■ **Your instructions**
You are asked to filter the data below and copy every line holding "binary".
═══ Input for this task
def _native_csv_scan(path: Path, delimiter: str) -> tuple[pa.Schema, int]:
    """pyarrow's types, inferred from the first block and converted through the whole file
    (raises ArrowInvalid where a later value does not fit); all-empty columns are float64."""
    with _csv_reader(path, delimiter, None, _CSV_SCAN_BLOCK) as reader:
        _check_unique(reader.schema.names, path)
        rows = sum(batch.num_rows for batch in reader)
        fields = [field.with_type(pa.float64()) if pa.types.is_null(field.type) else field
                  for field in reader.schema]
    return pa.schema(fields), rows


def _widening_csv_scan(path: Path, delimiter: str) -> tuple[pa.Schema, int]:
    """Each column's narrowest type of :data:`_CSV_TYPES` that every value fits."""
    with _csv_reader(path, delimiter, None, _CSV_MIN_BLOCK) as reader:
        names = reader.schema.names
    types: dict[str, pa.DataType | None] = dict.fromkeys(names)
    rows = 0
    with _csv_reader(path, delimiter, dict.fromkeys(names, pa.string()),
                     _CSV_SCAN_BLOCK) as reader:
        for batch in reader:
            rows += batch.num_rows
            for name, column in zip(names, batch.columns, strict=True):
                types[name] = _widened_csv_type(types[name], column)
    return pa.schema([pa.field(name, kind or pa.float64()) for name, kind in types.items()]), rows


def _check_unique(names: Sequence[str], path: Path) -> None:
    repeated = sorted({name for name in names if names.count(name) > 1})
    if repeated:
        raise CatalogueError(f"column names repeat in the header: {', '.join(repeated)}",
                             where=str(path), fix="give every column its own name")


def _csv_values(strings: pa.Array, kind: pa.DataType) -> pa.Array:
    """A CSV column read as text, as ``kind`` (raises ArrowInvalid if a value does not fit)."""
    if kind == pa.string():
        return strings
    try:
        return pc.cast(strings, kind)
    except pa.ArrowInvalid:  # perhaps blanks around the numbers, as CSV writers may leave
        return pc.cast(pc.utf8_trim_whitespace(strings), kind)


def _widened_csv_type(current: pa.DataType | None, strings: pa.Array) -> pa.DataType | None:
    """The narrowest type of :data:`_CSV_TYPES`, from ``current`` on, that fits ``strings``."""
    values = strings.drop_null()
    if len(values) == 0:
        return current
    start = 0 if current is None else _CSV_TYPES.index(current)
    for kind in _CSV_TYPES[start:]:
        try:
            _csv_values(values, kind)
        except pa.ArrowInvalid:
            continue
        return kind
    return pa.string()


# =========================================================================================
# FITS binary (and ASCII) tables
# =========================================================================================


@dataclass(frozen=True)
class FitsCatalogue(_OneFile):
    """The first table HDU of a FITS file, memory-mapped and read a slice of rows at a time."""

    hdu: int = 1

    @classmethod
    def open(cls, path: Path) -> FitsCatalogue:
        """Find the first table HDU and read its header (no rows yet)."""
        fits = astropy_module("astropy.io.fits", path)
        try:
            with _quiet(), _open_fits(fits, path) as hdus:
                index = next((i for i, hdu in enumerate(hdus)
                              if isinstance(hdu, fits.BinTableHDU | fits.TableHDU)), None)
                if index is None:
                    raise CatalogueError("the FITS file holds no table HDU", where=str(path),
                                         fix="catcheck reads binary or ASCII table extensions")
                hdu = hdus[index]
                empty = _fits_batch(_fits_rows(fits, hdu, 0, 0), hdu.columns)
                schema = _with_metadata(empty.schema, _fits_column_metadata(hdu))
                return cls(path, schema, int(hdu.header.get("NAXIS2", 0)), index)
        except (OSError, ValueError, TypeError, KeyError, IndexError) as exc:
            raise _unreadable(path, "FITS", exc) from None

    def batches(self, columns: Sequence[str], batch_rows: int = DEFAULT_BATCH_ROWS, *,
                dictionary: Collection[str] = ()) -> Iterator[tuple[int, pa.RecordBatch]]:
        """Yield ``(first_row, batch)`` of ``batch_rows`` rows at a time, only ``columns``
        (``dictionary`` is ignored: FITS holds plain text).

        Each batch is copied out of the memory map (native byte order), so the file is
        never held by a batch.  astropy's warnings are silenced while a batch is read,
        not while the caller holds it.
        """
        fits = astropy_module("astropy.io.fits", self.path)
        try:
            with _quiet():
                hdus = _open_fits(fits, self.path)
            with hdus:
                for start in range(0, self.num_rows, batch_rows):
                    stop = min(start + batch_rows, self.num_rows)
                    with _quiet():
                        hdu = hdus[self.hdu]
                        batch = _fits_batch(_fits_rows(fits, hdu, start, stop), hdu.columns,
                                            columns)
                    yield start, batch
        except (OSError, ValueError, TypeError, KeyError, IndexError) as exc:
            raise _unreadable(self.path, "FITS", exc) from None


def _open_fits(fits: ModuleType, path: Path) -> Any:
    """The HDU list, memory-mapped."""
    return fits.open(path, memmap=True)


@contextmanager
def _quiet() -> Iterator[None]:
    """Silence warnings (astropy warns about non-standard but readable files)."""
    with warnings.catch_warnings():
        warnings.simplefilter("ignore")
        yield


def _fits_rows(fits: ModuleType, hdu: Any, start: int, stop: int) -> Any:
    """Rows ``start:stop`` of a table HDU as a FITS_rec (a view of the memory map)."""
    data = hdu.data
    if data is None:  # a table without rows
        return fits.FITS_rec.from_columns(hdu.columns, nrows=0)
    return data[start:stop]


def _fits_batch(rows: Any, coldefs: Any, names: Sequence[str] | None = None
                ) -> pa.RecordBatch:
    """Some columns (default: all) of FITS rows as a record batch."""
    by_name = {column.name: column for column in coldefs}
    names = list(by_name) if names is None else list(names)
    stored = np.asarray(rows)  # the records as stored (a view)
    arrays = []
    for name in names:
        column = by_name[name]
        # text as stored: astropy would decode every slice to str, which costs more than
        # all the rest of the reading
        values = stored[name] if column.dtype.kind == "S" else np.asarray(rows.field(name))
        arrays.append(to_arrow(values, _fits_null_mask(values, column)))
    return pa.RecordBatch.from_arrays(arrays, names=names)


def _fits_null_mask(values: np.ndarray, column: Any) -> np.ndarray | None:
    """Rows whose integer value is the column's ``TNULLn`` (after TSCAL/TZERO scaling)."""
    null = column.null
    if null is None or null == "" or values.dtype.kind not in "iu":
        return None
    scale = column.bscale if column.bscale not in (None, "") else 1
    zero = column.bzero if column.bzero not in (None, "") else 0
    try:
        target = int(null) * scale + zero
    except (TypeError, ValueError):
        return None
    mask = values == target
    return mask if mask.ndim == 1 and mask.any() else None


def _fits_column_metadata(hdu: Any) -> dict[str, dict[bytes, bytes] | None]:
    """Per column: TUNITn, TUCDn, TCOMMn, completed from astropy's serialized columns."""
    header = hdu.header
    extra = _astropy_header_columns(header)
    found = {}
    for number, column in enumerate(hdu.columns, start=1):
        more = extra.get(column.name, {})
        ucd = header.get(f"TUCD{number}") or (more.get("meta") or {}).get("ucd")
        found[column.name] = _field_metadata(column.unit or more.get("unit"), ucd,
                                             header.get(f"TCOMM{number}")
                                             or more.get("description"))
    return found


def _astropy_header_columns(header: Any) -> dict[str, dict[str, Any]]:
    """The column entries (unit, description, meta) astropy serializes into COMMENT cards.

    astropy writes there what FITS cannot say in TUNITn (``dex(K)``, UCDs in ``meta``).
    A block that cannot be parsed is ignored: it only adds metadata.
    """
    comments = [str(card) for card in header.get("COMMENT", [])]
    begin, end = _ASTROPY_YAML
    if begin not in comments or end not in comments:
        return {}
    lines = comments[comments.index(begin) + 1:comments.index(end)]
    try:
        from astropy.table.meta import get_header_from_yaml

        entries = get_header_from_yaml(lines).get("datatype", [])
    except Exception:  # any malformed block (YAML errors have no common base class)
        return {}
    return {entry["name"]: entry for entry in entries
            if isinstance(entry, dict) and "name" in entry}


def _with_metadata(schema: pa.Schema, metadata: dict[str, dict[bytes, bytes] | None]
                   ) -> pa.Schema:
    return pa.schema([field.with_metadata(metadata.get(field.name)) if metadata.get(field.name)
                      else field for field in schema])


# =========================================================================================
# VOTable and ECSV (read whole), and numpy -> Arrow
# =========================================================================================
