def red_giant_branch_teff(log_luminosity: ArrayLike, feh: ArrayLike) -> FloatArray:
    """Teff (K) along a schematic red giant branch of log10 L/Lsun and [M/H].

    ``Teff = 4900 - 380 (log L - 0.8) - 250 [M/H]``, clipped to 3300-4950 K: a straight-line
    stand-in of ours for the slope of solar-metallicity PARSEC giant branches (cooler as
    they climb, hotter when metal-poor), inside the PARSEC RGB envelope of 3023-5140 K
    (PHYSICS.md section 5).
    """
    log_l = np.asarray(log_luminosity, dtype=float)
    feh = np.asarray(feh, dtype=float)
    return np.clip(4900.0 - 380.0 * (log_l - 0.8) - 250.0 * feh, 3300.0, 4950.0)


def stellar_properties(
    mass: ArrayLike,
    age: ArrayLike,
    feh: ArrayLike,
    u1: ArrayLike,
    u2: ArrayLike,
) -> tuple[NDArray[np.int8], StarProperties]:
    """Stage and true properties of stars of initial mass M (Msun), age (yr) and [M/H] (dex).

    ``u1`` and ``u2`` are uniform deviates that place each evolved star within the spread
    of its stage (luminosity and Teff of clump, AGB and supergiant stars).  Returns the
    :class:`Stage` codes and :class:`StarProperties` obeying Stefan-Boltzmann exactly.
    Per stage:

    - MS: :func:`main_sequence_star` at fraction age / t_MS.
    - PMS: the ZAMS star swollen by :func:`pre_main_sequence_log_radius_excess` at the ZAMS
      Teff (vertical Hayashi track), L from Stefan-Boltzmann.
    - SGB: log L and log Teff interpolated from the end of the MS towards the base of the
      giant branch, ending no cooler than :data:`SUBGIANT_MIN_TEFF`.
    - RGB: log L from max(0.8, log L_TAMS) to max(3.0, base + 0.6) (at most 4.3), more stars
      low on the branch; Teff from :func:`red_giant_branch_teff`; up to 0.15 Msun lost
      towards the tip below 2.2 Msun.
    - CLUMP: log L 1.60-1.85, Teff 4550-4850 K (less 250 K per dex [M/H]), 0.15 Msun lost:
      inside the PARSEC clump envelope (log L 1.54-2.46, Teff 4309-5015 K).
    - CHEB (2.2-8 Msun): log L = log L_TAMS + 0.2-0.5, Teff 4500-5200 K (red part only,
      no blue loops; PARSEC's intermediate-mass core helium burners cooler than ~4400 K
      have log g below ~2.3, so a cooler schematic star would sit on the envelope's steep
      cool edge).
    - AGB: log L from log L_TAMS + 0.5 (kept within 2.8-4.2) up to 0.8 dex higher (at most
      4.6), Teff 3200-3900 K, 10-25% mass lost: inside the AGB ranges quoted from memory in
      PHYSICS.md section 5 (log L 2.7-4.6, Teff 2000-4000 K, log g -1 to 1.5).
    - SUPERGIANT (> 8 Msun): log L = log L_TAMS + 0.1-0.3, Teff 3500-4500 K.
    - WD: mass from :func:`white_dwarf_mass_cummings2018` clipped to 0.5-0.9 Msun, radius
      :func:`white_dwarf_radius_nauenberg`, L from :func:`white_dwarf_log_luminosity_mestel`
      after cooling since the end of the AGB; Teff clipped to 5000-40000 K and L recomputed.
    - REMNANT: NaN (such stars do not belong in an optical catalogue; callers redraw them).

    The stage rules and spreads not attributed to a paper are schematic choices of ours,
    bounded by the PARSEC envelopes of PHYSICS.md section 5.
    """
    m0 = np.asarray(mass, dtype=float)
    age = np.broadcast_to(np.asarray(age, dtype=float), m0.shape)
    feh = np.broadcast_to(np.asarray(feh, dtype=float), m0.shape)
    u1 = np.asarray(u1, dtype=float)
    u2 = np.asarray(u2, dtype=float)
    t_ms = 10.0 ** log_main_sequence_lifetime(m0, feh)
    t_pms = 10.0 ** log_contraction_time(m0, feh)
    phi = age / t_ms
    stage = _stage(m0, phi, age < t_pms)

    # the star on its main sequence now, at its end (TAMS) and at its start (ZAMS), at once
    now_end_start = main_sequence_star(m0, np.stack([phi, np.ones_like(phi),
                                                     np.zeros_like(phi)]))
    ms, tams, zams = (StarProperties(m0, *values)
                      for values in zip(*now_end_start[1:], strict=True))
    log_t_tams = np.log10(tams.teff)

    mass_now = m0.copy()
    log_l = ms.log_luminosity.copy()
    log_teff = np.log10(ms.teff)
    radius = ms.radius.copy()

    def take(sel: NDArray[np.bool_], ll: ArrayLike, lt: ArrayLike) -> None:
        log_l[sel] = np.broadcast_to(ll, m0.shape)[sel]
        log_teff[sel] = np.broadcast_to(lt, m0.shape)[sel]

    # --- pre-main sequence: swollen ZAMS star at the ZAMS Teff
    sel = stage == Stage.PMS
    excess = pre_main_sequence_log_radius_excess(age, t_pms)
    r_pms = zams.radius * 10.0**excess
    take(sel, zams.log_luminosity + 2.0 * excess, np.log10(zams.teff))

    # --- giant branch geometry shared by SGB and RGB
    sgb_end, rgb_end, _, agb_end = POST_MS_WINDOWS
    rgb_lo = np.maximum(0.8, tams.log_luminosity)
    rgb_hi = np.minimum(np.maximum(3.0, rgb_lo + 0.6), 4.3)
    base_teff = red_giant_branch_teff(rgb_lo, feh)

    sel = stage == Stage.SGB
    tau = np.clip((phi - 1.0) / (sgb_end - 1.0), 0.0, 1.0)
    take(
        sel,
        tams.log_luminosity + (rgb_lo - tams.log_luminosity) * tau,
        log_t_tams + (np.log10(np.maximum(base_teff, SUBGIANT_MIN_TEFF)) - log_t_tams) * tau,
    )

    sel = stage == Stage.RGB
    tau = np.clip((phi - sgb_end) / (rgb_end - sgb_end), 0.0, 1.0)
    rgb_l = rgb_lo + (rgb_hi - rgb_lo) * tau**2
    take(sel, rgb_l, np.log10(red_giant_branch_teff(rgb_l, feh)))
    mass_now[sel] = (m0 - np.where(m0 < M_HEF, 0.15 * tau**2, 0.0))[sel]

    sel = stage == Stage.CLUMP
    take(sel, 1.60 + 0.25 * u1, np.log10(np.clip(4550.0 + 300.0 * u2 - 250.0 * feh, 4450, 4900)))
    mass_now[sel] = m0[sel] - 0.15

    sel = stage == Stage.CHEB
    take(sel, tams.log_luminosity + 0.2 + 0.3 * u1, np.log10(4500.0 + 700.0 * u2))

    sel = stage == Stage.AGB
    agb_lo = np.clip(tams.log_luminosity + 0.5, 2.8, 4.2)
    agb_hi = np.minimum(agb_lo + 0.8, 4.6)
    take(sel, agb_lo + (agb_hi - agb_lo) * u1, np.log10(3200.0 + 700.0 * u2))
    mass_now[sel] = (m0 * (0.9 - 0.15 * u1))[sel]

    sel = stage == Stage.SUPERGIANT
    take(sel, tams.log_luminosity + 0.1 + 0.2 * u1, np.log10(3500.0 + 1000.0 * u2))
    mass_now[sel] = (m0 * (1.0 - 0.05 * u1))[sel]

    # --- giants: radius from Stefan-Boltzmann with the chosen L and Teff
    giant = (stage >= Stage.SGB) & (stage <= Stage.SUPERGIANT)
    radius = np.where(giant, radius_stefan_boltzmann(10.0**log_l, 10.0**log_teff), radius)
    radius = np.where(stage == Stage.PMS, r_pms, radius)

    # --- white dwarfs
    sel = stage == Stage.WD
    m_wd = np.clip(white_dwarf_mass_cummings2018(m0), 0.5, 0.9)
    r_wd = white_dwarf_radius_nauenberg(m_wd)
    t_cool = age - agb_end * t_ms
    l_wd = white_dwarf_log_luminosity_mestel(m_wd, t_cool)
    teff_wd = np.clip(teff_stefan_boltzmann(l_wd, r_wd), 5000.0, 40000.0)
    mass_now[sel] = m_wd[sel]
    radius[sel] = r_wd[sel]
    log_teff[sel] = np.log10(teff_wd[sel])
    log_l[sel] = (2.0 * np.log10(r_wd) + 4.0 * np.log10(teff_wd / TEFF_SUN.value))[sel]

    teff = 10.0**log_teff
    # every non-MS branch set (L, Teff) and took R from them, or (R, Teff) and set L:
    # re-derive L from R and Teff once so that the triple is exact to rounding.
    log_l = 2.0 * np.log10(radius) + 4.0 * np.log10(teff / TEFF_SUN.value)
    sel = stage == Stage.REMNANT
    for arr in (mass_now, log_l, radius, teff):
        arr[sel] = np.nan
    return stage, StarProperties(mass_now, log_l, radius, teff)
══════
■ **Response to this task**
# FITS binary (and ASCII) tables
                                         fix="catcheck reads binary or ASCII table extensions")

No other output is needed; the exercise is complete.